Plasmas, the powerful weapon against antibiotic-resistant pathogens, face a formidable opponent: bacteria armed with a heat shock protein. But fear not, a team of brilliant researchers led by Professor Julia Bandow and Dr. Tim Dirks from Ruhr University Bochum in Germany has made a groundbreaking discovery. They have uncovered the secrets of how bacteria overproducing the heat shock protein Hsp33 can withstand plasma treatment more effectively than their counterparts.
In their study, published in the esteemed Journal of the Royal Society Interface, the researchers revealed the specific components of plasma that activate the heat shock protein. When exposed to plasma, proteins lose their natural functions and clump together, rendering them toxic to cells. However, the mighty Hsp33, with its 33 kDa size, comes to the rescue by preventing this clumping and binding to unfolding proteins.
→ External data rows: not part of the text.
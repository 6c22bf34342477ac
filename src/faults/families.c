/* SPDX-License-Identifier: GPL-3.0-or-later */
#include "faults/fault.h"

#include <string.h>

const struct fault_family *const fault_families[] = {
    &fault_family_none,
    &fault_family_break,
    &fault_family_joint,
    &fault_family_contact,
    &fault_family_switched_off,
    &fault_family_load,
    &fault_family_interconnection,
    &fault_family_spur,
    &fault_family_reversal,
    &fault_family_transposed,
    &fault_family_short,
    &fault_family_parallel,
    &fault_family_size,
    &fault_family_wrong_leg,
    &fault_family_not_crossed,
    &fault_family_bad_link,
    &fault_family_not_nulled,
};

const size_t n_fault_families = sizeof fault_families / sizeof fault_families[0];

const struct fault_family *fault_family_find(const char *name)
{
    for (size_t i = 0; i < n_fault_families; i++)
        if (strcmp(fault_families[i]->name, name) == 0)
            return fault_families[i];
    return NULL;
}
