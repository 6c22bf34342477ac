/* SPDX-License-Identifier: GPL-3.0-or-later */
#include "faults/places.h"

static void enumerate(const struct rf_job *job, const struct rf_models *models,
                      fault_callback *callback, void *context)
{
    (void)models;
    for (size_t place = next_front(job, 0); place < job->n_places; place = next_front(job, place))
        for (int poles = POLES_L; poles <= POLES_LN; poles++) {
            struct fault fault = {
                .family = &fault_family_switched_off, .place = place, .poles = (enum poles)poles};
            if (!callback(context, &fault))
                return;
        }
}

static void apply(const struct fault *fault, struct wiring *wiring, double median, int parameter)
{
    (void)median;
    (void)parameter;
    wiring->front[terminal(fault->place, LINE)] = wiring_add_node(wiring);
    if (fault->poles == POLES_LN)
        wiring->front[terminal(fault->place, NEUTRAL)] = wiring_add_node(wiring);
}

static void looks(const struct fault *fault, const struct rf_job *job,
                  const struct rf_models *models, look_callback *callback, void *context)
{
    (void)job;
    look_check(fault->place, place_share(fault, models), callback, context);
}

static void describe_kind(const struct fault *fault, struct text *out)
{
    text_addf(out, "switched off, or adaptor not home (%s)",
              fault->poles == POLES_L ? "line" : "line and neutral");
}

static void describe(const struct fault *fault, const struct rf_job *job, struct text *out)
{
    say_place(job, fault->place, out);
    text_add(out, " ");
    describe_kind(fault, out);
}

const struct fault_family fault_family_switched_off = {
    .name = "switched_off",
    .fields = FIELD_AT | FIELD_POLES,
    .enumerate = enumerate,
    .apply = apply,
    .looks = looks,
    .share_names = place_shares,
    .n_shares = 1,
    .describe = describe,
    .describe_kind = describe_kind,
    .span = span_point,
};
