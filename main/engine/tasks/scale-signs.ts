import type { JobFlags } from "../job";
import { type FieldArguments, fieldSource } from "./field";

/** Stands for a missing value among signs. */
export const noSign = 2;

/**
 * Signs of u on a range of the dates chosen into shared planes, `signs[i * cells + cell]`: 1, 0, -1 or noSign. Counts one a date.
 */
export function scaleSignsTask(
  args: FieldArguments & {
    readonly chosen: Int32Array;
    readonly range: readonly [number, number];
    readonly signs: Int8Array;
  },
  job: JobFlags,
): void {
  const source = fieldSource(args);
  const cells = args.record.cube.rows * args.record.cube.columns;
  for (let i = args.range[0]; i < args.range[1]; i++) {
    job.poll();
    const u = source.on(args.chosen[i])("u");
    for (let cell = 0; cell < cells; cell++) {
      args.signs[i * cells + cell] = Number.isNaN(u[cell]) ? noSign : Math.sign(u[cell]);
    }
    job.count();
  }
}
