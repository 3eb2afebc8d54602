import { planeOf } from "../../../core/model/cube";
import type { GridGeometry } from "../../../core/ocean/grid-geometry";
import type { PlaneLookup } from "../../../core/ocean/quantities/define";
import { planesFrom } from "../../../core/ocean/quantities/evaluate";
import { timeFilter } from "../../../core/study/band";
import { type Background, bandHeightPlane } from "../../../core/study/band-plane";
import { geometryOf } from "../../../core/study/geometry";
import type { HeightRecord } from "../../../core/study/record";
import type { Study } from "../../../core/study/schema";
import { spaceFilter } from "../../../core/study/space-filter";

/** The part of a study that decides what a field is. */
export type FieldSettings = Pick<Study, "geostrophy" | "space" | "band">;

export function fieldSettings({ geostrophy, space, band }: Study): FieldSettings {
  return { geostrophy, space, band };
}

/** What fields of a record are made from, as they stand or in the band. Plain data: goes to the workers. */
export interface FieldArguments extends FieldSettings {
  readonly record: HeightRecord;
  readonly background: Background;
  readonly inBand: boolean;
}

/** Fields of a record, date by date. */
export interface FieldSource {
  readonly geometry: GridGeometry;
  /** Every quantity on one date; NaN everywhere on a date without data. */
  readonly on: (date: number) => PlaneLookup;
}

/** Designs geometry and filters once for the dates of a task. Space filters act on height, before anything is derived. */
export function fieldSource({ record, geostrophy, space, background, band, inBand }: FieldArguments): FieldSource {
  const geometry = geometryOf(record.axes, geostrophy);
  const filter = inBand ? timeFilter(band, record.time) : null;
  const inSpace = spaceFilter(space, record.axes, geometry);
  return {
    geometry,
    on: (date) => {
      const isFiltered = inBand && record.hasData[date] === 1;
      const heights = isFiltered ? bandHeightPlane(record, date, filter, background) : planeOf(record.cube, date);
      const hasMean = !isFiltered || !takesMean(background);
      const anomaly = () => inSpace(hasMean ? heights.map((value, cell) => value - record.mean[cell]) : heights);
      return planesFrom(inSpace(heights), geometry, anomaly);
    },
  };
}

/** Whether the mean is among what the background takes off. */
function takesMean({ basis }: Background): boolean {
  return basis.names.some((name, term) => name === "mean" && basis.removed[term] === 1);
}
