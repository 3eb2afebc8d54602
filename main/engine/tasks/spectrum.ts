import type { SpectrumResult } from "../../../core/model/results";
import type { BackgroundBasis } from "../../../core/numeric/background";
import { quantityById } from "../../../core/ocean/quantities/evaluate";
import { regionSpectrum } from "../../../core/study/period-spectrum";
import type { JobFlags } from "../job";

/** Region-mean spectrum by period of one quantity from its sampled cells. */
export function spectrumTask(
  args: {
    readonly quantity: string;
    readonly samples: Float32Array;
    readonly cellWeights: Float64Array;
    readonly stepDays: number;
    readonly basis: BackgroundBasis;
  },
  job: JobFlags,
): SpectrumResult {
  job.poll();
  return regionSpectrum(quantityById(args.quantity), args.samples, args.cellWeights, args.stepDays, args.basis);
}
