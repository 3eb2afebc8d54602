import { readFile } from "node:fs/promises";
import { dirname } from "node:path";
import type { OpenStudy } from "../../core/contract/engine";
import { Fault } from "../../core/model/errors";
import { parseStudy } from "../../core/study/read";
import { describeFile } from "../readers/describe";
import { studyAround } from "./make-study";
import { sourceFiles } from "./source-files";

/** A study file larger than this is refused unread. */
const largestStudyBytes = 4 * 2 ** 20;

/** Reads one *.json study, or makes a study around data files and folders of them. Refuses a mix. */
export async function openStudy(paths: readonly string[]): Promise<OpenStudy> {
  const studies = paths.filter((path) => path.toLowerCase().endsWith(".json"));
  if (studies.length > 0 && paths.length > 1) {
    throw new Fault({
      tag: "request",
      where: studies[0],
      expected: "one study, or data files",
      got: `${paths.length} paths with ${studies.length === 1 ? "a study" : "several studies"} among them`,
      advice: "open the study alone",
    });
  }
  if (studies.length === 1) return readStudyFile(studies[0]);
  const files: string[] = [];
  for (const path of paths) files.push(...(await sourceFiles([path], dirname(path), "open")));
  const reports = [];
  for (const file of files) reports.push(await describeFile(file));
  return studyAround(reports);
}

async function readStudyFile(path: string): Promise<OpenStudy> {
  let text: string;
  try {
    text = await readFile(path, "utf8");
  } catch (cause) {
    const code = (cause as NodeJS.ErrnoException).code ?? "an error";
    const got = code === "ENOENT" ? "no such file" : code === "EISDIR" ? "a folder" : code;
    throw new Fault({ tag: "study", where: path, expected: "a study file", got, advice: "check the path" }, { cause });
  }
  if (text.length > largestStudyBytes) {
    throw new Fault({
      tag: "study",
      where: path,
      expected: "a study of at most 4 MB",
      got: `${Math.round(text.length / 2 ** 20)} MB`,
      advice: "check that this is a study file",
    });
  }
  return { study: parseStudy(text, path), folder: dirname(path), path };
}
To test the protective powers of Hsp33, the researchers treated strains of bacteria that overproduce the protein with the Cinogy plasma source, commonly used in dermatology. The results were astonishing. These strains not only survived better than their wild-type counterparts after a short one-minute treatment but also remained active even after three minutes. However, prolonged exposure to plasma eventually led to the inactivation of the Hsp33-producing cells.
The team also investigated the activation of Hsp33 by subjecting the purified protein to the plasma source. They discovered that the protein’s activation is linked to oxidation and unfolding, which can be reversed. However, longer plasma treatment times of one hour resulted in the complete degradation of Hsp33. Additionally, the plasma negatively affected the protein’s ability to bind a zinc atom, which is crucial for maintaining its inactive state.
Curious about which plasma-produced species can activate Hsp33, the researchers conducted experiments using various stressors known to be produced by plasma. They found that Hsp33 responds to superoxide, singular oxygen, and atomic oxygen, but not to hydroxyl radicals and peroxynitrite. This valuable insight sheds light on the interaction between these species and bacterial cells. For instance, superoxide, one of the first species generated during oxidative stress, acts as a signaling molecule for bacteria, indicating further oxidative stress.
In conclusion, this groundbreaking research not only reveals the impressive defense mechanisms of bacteria against plasma treatment but also provides valuable knowledge about the activation of Hsp33. With this newfound understanding, scientists can develop more effective strategies to combat antibiotic-resistant pathogens and pave the way for innovative wound treatments.